That's Optional: A Contemporary Exploration of "that" Omission in English Subordinate Clauses
Ella Rabinovich
TL;DR
This study tests the Uniform Information Density (UID) hypothesis on syntactic reduction by analyzing the optional 'that' in English subordinate clauses using a large Reddit-derived corpus. It introduces entropy-based UID extensions and leverages pretrained LLMs to estimate SC onset surprisal and entropy, demonstrating that information-theoretic constraints predict 'that' omission beyond simple frequency effects. The results show significant, robust contributions from both SC onset surprisal and SC onset entropy across main-verb lemmas, supporting UID as a mechanism shaping syntactic choices in spontaneous, written language. The findings advance our understanding of how contemporary language models reflect information-structuring principles in real-world language use, with implications for linguistic theory and NLP applications.
Abstract
The Uniform Information Density (UID) hypothesis posits that speakers optimize the communicative properties of their utterances by avoiding spikes in information, thereby maintaining a relatively uniform information profile over time.
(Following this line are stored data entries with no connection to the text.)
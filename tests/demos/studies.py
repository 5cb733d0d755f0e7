"""The studies of the demonstration vessels, each done once in a process."""

from __future__ import annotations

from pathlib import Path
from unittest.mock import patch

from study.cli import main
from study.pipeline import run_study
from study.report.content import StudyOutcome

WORKBOOKS = Path(__file__).parents[2] / "workbooks"
_DONE: dict[str, StudyOutcome] = {}


def studied(name: str) -> StudyOutcome:
    """Return the whole study of a demonstration vessel; a result is frozen, so that tests may share it."""
    if name not in _DONE:
        _DONE[name] = run_study(WORKBOOKS / f"{name}.xlsx")
    return _DONE[name]


def run(name: str, book: Path, *options: str) -> int:
    """Run the program on a copy of a demonstration vessel; keep its study, and return the exit status."""

    def keep(path: Path, *rest: object, **more: object) -> StudyOutcome:
        _DONE[name] = run_study(path, *rest, **more)  # type: ignore[arg-type]
        return _DONE[name]

    with patch("study.pipeline.run_study", keep):
        return main(["run", str(book), *options])
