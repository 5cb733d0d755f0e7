"""A 24 m workboat, 400 V 50 Hz: two equal main sets, a harbour set, one 230 V board. A sound design.

At sea one main set carries the ship and the other stands by; manoeuvring runs both; in harbour the small set
takes over from a main set by a short parallel change-over.
"""

from __future__ import annotations

from tests.demos.consumers import read_loads
from tests.demos.equipment import SHORE_HEADINGS, feeder, genset, protect_sets, transformer
from tests.demos.rows import Book, Tables

MODES = ("At sea", "Manoeuvring", "Harbour")

# name | kW | demand at sea, manoeuvring, in harbour | cable m | words
LOADS = """
[MSB | Thrusters | motor]
Bow thruster | 30 | - 1/70i - | 20 | soft-starter soft_in=3.0 ramp_s=8 rpm=1475 ist=6.8 start_pf=0.3 tl=1.6 tk=2.4 inertia=0.55 eff=0.93 pf=0.86 start_s=8 stage=1
[DB-ER | Engine auxiliaries | motor]
Sea-water cooling pump | 2x7.5 | 1/85 1/85 - | 8 | propulsion rpm=1455 ist=6.5
Fresh-water cooling pump | 2x4 | 1/85 1/85 - | 8 | propulsion rpm=1445 ist=6.3
Lubricating-oil pump | 2x4 | 1/80 1/80 - | 9 | propulsion constant
Fuel separator | 3 | 1/80 - 1/80i | 10 | constant start_s=6 eff=0.86
Fuel transfer pump | 2.2 | 1/85i - 1/85i | 10 | constant
Start-air compressor | 5.5 | 1/90i 1/90i - | 9 | constant tl=2.2
[MSB | Ventilation | motor]
Engine-room fan | 2x5.5 | 2/85 2/85 1/60 | 15 | propulsion ist=6.5 start_s=4
Air-conditioning compressor | 15 | 1/80 1/75 1/50 | 18 | star-delta habitability constant change_s=4 rpm=1465 eff=0.915 pf=0.84 stage=2
Air-conditioning fan | 4 | 1/90 1/90 1/80 | 18 | habitability ist=6.0 stage=2
[MSB | Steering | motor | steering constant]
Steering gear 1 | 5.5 | 1/35 1/40 - | 24
Steering gear 2 | 5.5 | - 1/40 - | 24
[MSB | Safety | motor]
Fire pump | 15 | 1/90o 1/90o 1/90o | 16 | star-delta safety change_s=4
[DB-ER | Safety | motor]
Bilge pump | 4 | 1/80i 1/80i 1/80i | 11 | safety
[DB-ER | Domestic | motor | habitability]
Sewage plant | 2.2 | 1/80i 1/80i 1/80i | 12
Fresh-water pump | 1.5 | 1/80i 1/80i 1/80i | 12
[DB-ER | Domestic | general]
Fresh-water maker | 6 | 1/85 - - | 10 | pf=0.85 stage=1
[MSB | Deck | motor | constant stage=1]
Tow winch pump | 22 | 1/70i 1/75i - | 22 | star-delta change_s=7 rpm=1465 ist=6.8 inertia=0.25 eff=0.922 pf=0.85
Deck crane pump | 18.5 | 1/60o - - | 20 | star-delta rpm=1465 ist=6.7 inertia=0.2
Anchor windlass | 11 | - 1/60i - | 26 | tl=2.2
[MSB | Galley | heating]
Galley range | 9 | 1/40 1/20 1/40i | 20 | habitability pf=1.0 stage=1
[MSB | Heating | heating | habitability pf=1.0 stage=1]
Water heater | 6 | 1/50 1/50 1/50 | 19
Cabin heaters | 8 | 1/45 1/40 1/30 | 22
[MSB | Navigation | converter]
Battery charger | 2x3 | 1/60 1/60 1/60 | 14 | dc-link safety dc_choke=3 pf=0.88
[DB-230 | Domestic | motor]
Provision refrigeration | 2x1.5 | 2/60 2/60 1/60 | 16 | habitability constant
[DB-230 | Galley | general]
Galley sockets | 4 | 1/40i 1/30i 1/40i | 14 | habitability single-phase fused stage=2
[DB-230 | Lighting | lighting | single-phase]
Cabin lighting and sockets | 5 | 1/70 1/70 1/60 | 16 | habitability
Engine-room lighting | 2.5 | 1/90 1/90 1/70 | 12 | safety
Deck floodlights | 4 | 1/30 1/80 1/30 | 25
[DB-WH | Navigation | general | safety single-phase]
Navigation equipment | 2.5 | 1/80 1/90 1/15 | 6
Radio equipment | 1.2 | 1/50 1/50 1/20 | 6
[DB-WH | Heating | heating]
Window heating | 1.5 | 1/60 1/60 - | 8 | single-phase pf=1.0
"""  # noqa: E501


def tables() -> Tables:
    """Return every sheet of the workboat's workbook."""
    book = Book(hz=50, modes=MODES)
    _project(book)
    _plant(book)
    read_loads(book, LOADS)
    _operation(book)
    _protection(book)
    return book.finish()


def _project(book: Book) -> None:
    book.add(
        "Project",
        "Item|Value|Note",
        ("Vessel", "Demonstration workboat", "Invented; no real vessel"),
        ("Hull number", "D-101"),
        ("Document number", "D-101-E-010"),
        ("Revision", "A"),
        ("Date", "2025-03-14"),
        ("Prepared by", "Electrical department"),
        ("Checked by", "Design office"),
        ("Approved by", "Technical manager"),
        ("Rated frequency", 50, "Hz"),
        ("Classification rules and edition", "IACS unified requirements, as amended 2023"),
        ("Ambient temperature", 45, "°C, outside air 35 °C"),
        ("Engine-room temperature", 45, "°C"),
    )
    book.add(
        "Acceptance",
        "Quantity|Limit|Unit|Basis",
        ("Close margin", 5, "%", "Design office practice"),
        ("Voltage reference", "nominal of board", None, "Agreed with the owner"),
        ("Intermittent diversity", 2, "-", "Intermittent load divided by 2; ship design practice"),
        ("One-set margin", 10, "%", "Owner's specification: running sets stay below 90 %"),
        ("Voltage drop to consumer", 5, "%", "Owner's specification, sharper than 6 %"),
    )


def _plant(book: Book) -> None:
    book.boards(
        # name, V, role, busbar A, Ipk kA, Icw kA, s, earthing, group | Icu fitted kA, ambient
        ("MSB", 400, "main", 630, 30, 15, 1, "insulated", None, 25, 45),
        ("DB-ER", 400, "distribution", 160, 20, 10, 1, "insulated", None, 15, 45),
        ("DB-230", 230, "distribution", 160, 12, 6, 1, "insulated", None, 10, 45),
        ("DB-WH", 230, "distribution", 63, 12, 6, 1, "insulated", None, 10, 45),
    )
    main = {
        "Largest engine load step [%]": 60,
        "Alternator efficiency [%]": 93.0,
        "Governor time constant [s]": 0.2,
    }
    genset(book, ("DG1", "MSB"), (150, 132), ("LV 150", "auxiliary winding"), 12, also=main)
    genset(book, ("DG2", "MSB"), (150, 132), ("LV 150", "auxiliary winding"), 12, also=main)
    harbour = {
        "Alternator efficiency [%]": 91.0,
        "Service": "harbour",
        "Starts at island load [%]": None,
        "Largest engine load step [%]": 100,
    }
    genset(book, ("HG", "MSB"), (80, 72), ("LV 50", "compounded"), 10, also=harbour)
    book.add(
        "Shore supplies",
        SHORE_HEADINGS,
        ("Shore", "MSB", 400, 50, 63, 6, 2, 0.6),
    )
    book.cable("C-Shore", ("Shore", "MSB"), 63, 18, board="MSB")
    book.breaker(
        "Q-Shore", "C-Shore", "MSB", 100, icw_ka=12, ir=63, tr=10, tr_at=2, isd=315, tsd=0.4, ii="off"
    )
    for name in ("T-230-1", "T-230-2"):
        transformer(
            book,
            name,
            ("MSB", "DB-230"),
            30,
            (4.0, 0.62, 0.16),
            lengths_m=(8, 6),
            volts=(400, 234),
            primary=(5.0, 0.25),
            secondary=(4.5, 0.12),
        )
    feeder(book, ("MSB", "DB-ER"), 63, 14, short=(5, 0.15))
    feeder(book, ("DB-230", "DB-WH"), 32, 22, short=(6, 0.05), max_drop_percent=1.2)


def _operation(book: Book) -> None:
    book.add(
        "Modes",
        "Mode|Description|Kind|Sets that may run together in change-over",
        ("At sea", "Transit with tow, one main set, the other stands by", "sea", "DG1, DG2"),
        ("Manoeuvring", "Harbour approach, bow thruster and winch in use", "manoeuvring"),
        ("Harbour", "Alongside on the harbour set", "harbour", "DG1, HG"),
    )
    book.running(
        {
            "DG1": "on on standby",
            "DG2": "standby on off",
            "HG": "off off on",
            "Shore": "off off off",
            "T-230-1": "on on on",
            "T-230-2": "standby standby standby",
        }
    )
    book.add(
        "Set-points",
        "Equipment|Mode|No-load voltage [%]|No-load frequency [%]|Tap [%]",
        ("HG", "Harbour", 102.0, 102.0),
        ("T-230-1", "Harbour", None, None, -2.5),
    )
    book.add(
        "Simultaneity",
        "Service|Mode|Duty|Simultaneity factor [%]",
        ("Deck", "At sea", "intermittent", 50),
        ("Thrusters", "Manoeuvring", "intermittent", 100),
        ("Lighting", "Harbour", "continuous", 90),
    )
    book.add(
        "Interlocks",
        "Interlock|Equipment A|Equipment B|Kind",
        ("Shore against DG1", "Shore", "DG1", "never both closed"),
        ("Shore against DG2", "Shore", "DG2", "never both closed"),
        ("Shore against HG", "Shore", "HG", "never both closed"),
        ("Harbour set against DG1", "HG", "DG1", "both only in change-over"),
        ("230 V transformers", "T-230-1", "T-230-2", "both only in change-over"),
    )
    book.add(
        "Transfers",
        "Board or load|Normal supply|Other supply|Automatic|Transfer at [% U]|Delay [s]",
        ("DB-230", "T-230-1", "T-230-2", "no"),
    )
    book.add(
        "Events",
        "Case|Mode|Kind|Equipment|Size|Unit|At [s]|Duration [s]",
        ("Winch start while manoeuvring", "Manoeuvring", "motor start", "Tow winch pump", 1, "units", 0.5),
        ("Fire pump start at sea", "At sea", "motor start", "Fire pump", 1, "units", 0.5),
        ("Load step on one set", "At sea", "load step", "MSB", 25, "kW", 0.5),
        ("One of two sets trips", "Manoeuvring", "set trip", "DG2", None, None, 0.5),
        ("Full load off", "At sea", "load rejection", "DG1", 100, "%", 0.5),
        ("DG2 droop 5 %", "Manoeuvring", "maladjustment", "DG2", 5, "% voltage droop", 0),
        ("DG2 voltage 102.5 %", "Manoeuvring", "maladjustment", "DG2", 102.5, "% no-load voltage", 0),
        ("DG2 frequency 102.4 %", "Manoeuvring", "maladjustment", "DG2", 102.4, "% no-load frequency", 0),
    )


def _protection(book: Book) -> None:
    protect_sets(book, ("DG1", "DG2", "HG"))
    book.add(
        "Setting ranges",
        "Device|Setting|Min|Max|Step",
        ("Q-DG1", "Long-time current", 100, 250, 1),
        ("Q-DG1", "Short-time delay", 0.1, 0.5, 0.1),
        ("Q-DG2", "Long-time current", 100, 250, 1),
        ("Q-DG2", "Short-time delay", 0.1, 0.5, 0.1),
        ("Q-HG", "Long-time current", 40, 100, 1),
    )
    book.add(
        "Maker discrimination",
        "Upstream device|Downstream device|Discrimination up to [kA]|Reference",
        ("Q-DB-ER", "Q-Sea-water cooling pump", 10, "Invented data sheet, table 3"),
        ("Q-DB-WH", "Q-Navigation equipment", 3, "Invented data sheet, table 1"),
    )
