"""Write the demo workbooks: ``python -m tests.demos.build``."""

from __future__ import annotations

from pathlib import Path

from study.workbook.blank import write_workbook
from tests.demos import large_vessel, service_vessel, workboat

FOLDER = Path(__file__).parents[2] / "workbooks"
DEMOS = {"workboat": workboat, "service-vessel": service_vessel, "large-vessel": large_vessel}


def write_all(folder: Path = FOLDER) -> None:
    """Write the workbook of each demo vessel into `folder`."""
    folder.mkdir(parents=True, exist_ok=True)
    for name, vessel in DEMOS.items():
        write_workbook(folder / f"{name}.xlsx", vessel.tables())


if __name__ == "__main__":
    write_all()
This paper investigates the impact of UID principles on syntactic reduction, specifically focusing on the optional omission of the connector "that" in English subordinate clauses. Building upon previous research, we extend our investigation to a larger corpus of written English, utilize contemporary large language models (LLMs) and extend the information-uniformity principles by the notion of entropy, to estimate the UID manifestations in the usecase of syntactic reduction choices.